Which of the lines below include "rows"? Each one should be copied out.

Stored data
__________________________________________________

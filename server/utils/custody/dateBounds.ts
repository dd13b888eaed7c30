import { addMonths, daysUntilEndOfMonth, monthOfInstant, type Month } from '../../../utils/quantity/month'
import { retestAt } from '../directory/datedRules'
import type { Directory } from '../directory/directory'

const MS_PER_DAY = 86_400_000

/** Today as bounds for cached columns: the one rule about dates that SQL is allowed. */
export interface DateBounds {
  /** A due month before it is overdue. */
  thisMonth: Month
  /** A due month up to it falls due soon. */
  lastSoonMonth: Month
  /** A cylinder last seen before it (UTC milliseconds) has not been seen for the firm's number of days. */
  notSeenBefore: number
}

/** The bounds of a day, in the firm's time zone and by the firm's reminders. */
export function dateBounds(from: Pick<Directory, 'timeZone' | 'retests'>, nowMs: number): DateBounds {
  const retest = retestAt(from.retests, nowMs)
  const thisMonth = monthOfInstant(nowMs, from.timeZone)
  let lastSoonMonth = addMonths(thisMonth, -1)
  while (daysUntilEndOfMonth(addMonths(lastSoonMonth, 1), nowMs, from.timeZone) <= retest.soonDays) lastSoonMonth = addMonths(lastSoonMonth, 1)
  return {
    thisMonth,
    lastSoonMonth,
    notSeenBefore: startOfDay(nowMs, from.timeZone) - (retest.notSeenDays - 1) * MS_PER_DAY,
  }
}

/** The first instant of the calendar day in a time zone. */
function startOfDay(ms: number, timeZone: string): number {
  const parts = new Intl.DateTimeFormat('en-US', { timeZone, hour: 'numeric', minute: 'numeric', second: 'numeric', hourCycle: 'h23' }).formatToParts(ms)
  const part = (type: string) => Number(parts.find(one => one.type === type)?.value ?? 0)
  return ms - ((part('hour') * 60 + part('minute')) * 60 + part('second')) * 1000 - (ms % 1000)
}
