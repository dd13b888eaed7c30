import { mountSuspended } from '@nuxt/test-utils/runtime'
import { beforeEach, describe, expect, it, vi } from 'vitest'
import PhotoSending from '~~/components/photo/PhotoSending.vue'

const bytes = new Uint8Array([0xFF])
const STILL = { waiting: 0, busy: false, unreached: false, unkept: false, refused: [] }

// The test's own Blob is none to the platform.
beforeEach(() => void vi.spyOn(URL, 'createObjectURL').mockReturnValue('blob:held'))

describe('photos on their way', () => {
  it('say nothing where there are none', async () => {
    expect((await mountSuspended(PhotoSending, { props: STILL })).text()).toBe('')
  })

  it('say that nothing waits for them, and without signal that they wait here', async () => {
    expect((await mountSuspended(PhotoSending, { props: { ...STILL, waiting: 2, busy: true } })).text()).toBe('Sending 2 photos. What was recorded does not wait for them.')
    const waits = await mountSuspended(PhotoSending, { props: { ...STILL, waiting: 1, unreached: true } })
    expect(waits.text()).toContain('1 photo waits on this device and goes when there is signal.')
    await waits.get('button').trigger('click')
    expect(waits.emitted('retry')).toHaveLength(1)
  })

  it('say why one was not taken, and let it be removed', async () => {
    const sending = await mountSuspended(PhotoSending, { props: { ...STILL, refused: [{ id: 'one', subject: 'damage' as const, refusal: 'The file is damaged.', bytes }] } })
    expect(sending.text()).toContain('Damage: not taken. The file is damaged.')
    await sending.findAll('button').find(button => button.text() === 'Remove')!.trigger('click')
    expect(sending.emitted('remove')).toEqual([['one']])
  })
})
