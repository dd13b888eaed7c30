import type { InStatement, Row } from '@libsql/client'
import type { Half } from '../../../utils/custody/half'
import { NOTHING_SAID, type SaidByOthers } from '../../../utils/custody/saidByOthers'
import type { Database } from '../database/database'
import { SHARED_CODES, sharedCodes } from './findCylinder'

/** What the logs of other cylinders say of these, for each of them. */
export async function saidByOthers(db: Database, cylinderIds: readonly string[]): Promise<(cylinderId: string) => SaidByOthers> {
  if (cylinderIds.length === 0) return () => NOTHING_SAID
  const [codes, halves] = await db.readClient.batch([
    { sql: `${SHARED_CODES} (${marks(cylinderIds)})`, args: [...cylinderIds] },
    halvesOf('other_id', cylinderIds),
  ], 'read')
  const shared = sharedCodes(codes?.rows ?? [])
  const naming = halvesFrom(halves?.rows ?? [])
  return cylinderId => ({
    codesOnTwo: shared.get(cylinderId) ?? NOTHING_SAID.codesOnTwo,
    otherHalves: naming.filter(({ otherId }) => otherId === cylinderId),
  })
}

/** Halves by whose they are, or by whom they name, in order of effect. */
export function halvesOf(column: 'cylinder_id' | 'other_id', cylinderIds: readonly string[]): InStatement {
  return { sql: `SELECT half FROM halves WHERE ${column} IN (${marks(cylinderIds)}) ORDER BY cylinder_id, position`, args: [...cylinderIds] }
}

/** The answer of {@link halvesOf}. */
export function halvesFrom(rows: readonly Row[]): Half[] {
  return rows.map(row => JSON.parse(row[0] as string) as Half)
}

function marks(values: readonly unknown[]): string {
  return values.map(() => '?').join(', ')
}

__________________________________________________

Answer box
  const shared = sharedCodes(codes?.rows ?? [])
  const naming = halvesFrom(halves?.rows ?? [])
export function halvesFrom(rows: readonly Row[]): Half[] {
  return rows.map(row => JSON.parse(row[0] as string) as Half)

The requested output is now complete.